*RECORDS PROVIDED*
-.-.-

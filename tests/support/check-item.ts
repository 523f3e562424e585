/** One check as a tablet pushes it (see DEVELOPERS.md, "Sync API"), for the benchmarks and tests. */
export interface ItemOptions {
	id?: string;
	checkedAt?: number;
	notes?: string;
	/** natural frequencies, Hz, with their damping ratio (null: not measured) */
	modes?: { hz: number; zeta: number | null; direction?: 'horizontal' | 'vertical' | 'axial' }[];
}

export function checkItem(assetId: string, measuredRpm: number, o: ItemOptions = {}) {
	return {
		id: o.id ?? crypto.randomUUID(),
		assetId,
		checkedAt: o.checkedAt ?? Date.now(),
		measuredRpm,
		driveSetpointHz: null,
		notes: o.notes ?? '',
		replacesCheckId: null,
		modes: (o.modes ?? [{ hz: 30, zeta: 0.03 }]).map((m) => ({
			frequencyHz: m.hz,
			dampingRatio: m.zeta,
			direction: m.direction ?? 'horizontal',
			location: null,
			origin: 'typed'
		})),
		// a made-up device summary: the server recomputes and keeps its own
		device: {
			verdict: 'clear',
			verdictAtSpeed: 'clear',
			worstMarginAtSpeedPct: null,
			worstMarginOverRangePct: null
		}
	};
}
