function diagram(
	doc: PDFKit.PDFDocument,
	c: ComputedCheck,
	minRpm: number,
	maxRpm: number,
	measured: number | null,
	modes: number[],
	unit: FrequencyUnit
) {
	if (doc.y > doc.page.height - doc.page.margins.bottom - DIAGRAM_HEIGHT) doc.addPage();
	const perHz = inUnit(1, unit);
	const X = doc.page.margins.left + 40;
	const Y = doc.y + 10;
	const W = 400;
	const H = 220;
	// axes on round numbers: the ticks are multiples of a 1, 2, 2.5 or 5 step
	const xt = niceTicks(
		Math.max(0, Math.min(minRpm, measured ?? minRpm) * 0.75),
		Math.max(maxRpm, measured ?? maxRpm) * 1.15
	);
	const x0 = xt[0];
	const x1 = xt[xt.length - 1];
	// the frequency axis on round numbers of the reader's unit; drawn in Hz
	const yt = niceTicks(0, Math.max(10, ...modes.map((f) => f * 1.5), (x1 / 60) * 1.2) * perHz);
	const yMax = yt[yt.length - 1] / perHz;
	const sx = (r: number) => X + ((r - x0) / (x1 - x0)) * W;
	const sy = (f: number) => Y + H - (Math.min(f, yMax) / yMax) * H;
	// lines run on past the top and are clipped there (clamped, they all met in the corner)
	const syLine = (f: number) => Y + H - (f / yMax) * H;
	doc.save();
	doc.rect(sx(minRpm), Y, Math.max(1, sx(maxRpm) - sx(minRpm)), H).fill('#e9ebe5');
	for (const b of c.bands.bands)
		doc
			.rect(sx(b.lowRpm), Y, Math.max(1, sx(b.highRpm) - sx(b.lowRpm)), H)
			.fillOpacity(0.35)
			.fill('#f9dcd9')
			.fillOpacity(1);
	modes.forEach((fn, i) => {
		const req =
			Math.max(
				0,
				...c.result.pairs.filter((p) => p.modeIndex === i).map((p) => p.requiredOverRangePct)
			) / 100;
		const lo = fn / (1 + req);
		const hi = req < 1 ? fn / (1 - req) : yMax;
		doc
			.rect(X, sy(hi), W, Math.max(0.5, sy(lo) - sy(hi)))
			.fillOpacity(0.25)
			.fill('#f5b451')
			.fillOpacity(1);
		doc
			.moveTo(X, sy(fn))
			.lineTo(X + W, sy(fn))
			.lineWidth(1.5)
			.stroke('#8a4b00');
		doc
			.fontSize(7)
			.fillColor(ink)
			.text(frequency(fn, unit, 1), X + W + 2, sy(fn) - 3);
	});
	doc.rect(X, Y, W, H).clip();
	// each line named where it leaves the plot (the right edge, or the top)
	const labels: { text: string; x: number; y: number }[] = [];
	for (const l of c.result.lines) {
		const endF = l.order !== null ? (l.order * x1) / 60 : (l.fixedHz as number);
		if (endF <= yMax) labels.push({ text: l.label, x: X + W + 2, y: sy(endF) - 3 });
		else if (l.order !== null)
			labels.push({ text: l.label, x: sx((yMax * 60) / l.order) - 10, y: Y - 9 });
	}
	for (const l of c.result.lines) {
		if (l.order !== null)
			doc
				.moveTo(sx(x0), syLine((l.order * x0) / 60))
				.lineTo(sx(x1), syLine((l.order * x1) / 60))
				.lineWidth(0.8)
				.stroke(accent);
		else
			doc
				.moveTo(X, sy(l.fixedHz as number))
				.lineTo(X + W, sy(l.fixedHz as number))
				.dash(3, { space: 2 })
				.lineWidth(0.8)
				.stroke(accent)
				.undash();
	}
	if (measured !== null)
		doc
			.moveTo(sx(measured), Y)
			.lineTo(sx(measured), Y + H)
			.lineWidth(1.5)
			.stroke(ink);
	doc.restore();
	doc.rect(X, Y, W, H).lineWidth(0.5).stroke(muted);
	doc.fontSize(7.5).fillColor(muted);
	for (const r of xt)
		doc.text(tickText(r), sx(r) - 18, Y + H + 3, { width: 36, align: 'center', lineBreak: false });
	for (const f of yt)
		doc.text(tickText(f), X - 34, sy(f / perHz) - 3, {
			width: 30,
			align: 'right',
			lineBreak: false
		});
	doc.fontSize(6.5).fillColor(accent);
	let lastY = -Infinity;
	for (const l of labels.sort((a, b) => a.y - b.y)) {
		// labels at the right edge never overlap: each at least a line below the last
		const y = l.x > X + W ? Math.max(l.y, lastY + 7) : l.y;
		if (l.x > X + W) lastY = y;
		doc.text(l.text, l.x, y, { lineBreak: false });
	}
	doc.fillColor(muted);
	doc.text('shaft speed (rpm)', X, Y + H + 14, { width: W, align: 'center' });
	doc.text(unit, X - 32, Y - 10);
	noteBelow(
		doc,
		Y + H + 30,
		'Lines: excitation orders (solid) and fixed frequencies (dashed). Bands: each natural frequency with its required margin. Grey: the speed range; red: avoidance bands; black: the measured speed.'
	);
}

-.-.-

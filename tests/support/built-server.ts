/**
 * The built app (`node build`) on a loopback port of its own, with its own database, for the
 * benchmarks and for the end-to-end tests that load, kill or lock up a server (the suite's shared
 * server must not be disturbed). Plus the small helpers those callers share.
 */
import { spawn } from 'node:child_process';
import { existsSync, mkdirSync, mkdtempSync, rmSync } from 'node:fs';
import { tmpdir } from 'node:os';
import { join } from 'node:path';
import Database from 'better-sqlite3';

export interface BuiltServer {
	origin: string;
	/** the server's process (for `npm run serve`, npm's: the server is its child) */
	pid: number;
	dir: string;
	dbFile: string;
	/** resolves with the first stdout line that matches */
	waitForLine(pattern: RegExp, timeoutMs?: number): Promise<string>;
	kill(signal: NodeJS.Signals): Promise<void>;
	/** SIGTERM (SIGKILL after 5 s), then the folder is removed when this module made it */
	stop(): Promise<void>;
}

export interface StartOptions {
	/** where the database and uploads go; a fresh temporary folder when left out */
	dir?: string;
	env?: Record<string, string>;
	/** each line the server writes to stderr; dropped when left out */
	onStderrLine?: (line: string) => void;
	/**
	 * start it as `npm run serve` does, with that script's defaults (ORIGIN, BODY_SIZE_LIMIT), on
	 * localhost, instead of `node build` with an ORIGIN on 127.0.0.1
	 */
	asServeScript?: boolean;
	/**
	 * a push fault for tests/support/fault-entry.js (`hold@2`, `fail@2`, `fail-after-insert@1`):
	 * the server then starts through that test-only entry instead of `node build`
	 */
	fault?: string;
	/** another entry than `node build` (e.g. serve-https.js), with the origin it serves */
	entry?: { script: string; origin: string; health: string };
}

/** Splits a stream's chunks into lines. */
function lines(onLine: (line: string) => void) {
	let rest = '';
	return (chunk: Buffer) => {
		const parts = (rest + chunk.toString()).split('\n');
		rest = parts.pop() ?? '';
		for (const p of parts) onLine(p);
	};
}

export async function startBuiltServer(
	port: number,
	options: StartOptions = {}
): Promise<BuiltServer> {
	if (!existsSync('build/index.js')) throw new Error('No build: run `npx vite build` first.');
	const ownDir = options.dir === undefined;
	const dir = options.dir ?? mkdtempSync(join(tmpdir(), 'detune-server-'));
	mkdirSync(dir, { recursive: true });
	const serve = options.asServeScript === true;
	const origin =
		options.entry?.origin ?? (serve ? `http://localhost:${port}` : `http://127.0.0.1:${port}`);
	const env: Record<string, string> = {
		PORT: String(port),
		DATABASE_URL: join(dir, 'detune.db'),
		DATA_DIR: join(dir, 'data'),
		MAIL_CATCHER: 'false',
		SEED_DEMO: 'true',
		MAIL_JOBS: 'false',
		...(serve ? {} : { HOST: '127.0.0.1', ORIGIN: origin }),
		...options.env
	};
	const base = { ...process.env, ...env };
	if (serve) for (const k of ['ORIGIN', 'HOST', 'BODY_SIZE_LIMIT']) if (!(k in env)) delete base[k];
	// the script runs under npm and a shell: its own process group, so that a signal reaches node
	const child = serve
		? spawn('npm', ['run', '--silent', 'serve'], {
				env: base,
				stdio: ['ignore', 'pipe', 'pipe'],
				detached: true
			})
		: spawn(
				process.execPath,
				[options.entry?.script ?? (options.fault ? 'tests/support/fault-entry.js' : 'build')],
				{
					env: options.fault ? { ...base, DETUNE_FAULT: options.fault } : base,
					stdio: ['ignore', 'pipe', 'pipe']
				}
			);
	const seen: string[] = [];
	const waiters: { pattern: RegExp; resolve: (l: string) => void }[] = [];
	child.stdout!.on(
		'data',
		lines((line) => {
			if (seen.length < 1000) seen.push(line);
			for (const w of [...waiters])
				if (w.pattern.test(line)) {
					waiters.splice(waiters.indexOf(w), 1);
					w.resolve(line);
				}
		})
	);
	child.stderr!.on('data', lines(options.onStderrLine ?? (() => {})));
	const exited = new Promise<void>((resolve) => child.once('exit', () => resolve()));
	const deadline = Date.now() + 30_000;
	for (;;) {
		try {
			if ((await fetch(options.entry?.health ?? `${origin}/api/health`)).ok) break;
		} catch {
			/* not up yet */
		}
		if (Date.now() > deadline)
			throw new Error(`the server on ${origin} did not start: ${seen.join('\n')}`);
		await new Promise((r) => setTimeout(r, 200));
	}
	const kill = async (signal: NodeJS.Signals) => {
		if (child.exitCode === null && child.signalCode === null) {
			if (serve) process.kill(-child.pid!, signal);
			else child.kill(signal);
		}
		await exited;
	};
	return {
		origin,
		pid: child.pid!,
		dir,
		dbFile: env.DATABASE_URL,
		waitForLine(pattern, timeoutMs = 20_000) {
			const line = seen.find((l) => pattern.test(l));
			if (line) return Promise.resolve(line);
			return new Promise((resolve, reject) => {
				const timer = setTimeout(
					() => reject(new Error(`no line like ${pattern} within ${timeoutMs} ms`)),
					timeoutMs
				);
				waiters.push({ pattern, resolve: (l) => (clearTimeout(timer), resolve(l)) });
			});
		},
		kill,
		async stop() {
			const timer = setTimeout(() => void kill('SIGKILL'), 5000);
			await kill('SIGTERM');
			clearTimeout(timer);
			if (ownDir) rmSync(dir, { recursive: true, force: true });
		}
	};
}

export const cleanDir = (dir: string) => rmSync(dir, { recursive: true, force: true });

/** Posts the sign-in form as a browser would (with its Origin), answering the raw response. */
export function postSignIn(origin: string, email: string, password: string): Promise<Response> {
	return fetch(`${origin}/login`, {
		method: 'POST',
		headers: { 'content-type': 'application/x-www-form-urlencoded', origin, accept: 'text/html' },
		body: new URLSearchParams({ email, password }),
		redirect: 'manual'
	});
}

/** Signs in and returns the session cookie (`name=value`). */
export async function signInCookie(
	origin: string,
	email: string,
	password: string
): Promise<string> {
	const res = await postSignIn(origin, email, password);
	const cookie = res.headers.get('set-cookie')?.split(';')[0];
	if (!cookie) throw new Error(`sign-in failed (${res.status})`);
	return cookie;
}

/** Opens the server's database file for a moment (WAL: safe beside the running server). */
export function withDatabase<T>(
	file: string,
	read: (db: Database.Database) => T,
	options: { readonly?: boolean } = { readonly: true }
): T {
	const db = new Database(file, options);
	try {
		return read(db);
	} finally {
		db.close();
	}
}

-.-.-

*WORK ORDER*
Your task is to return each line of the data above that contains the string "stdio".

*FINAL ANSWER*
				stdio: ['ignore', 'pipe', 'pipe'],
					stdio: ['ignore', 'pipe', 'pipe']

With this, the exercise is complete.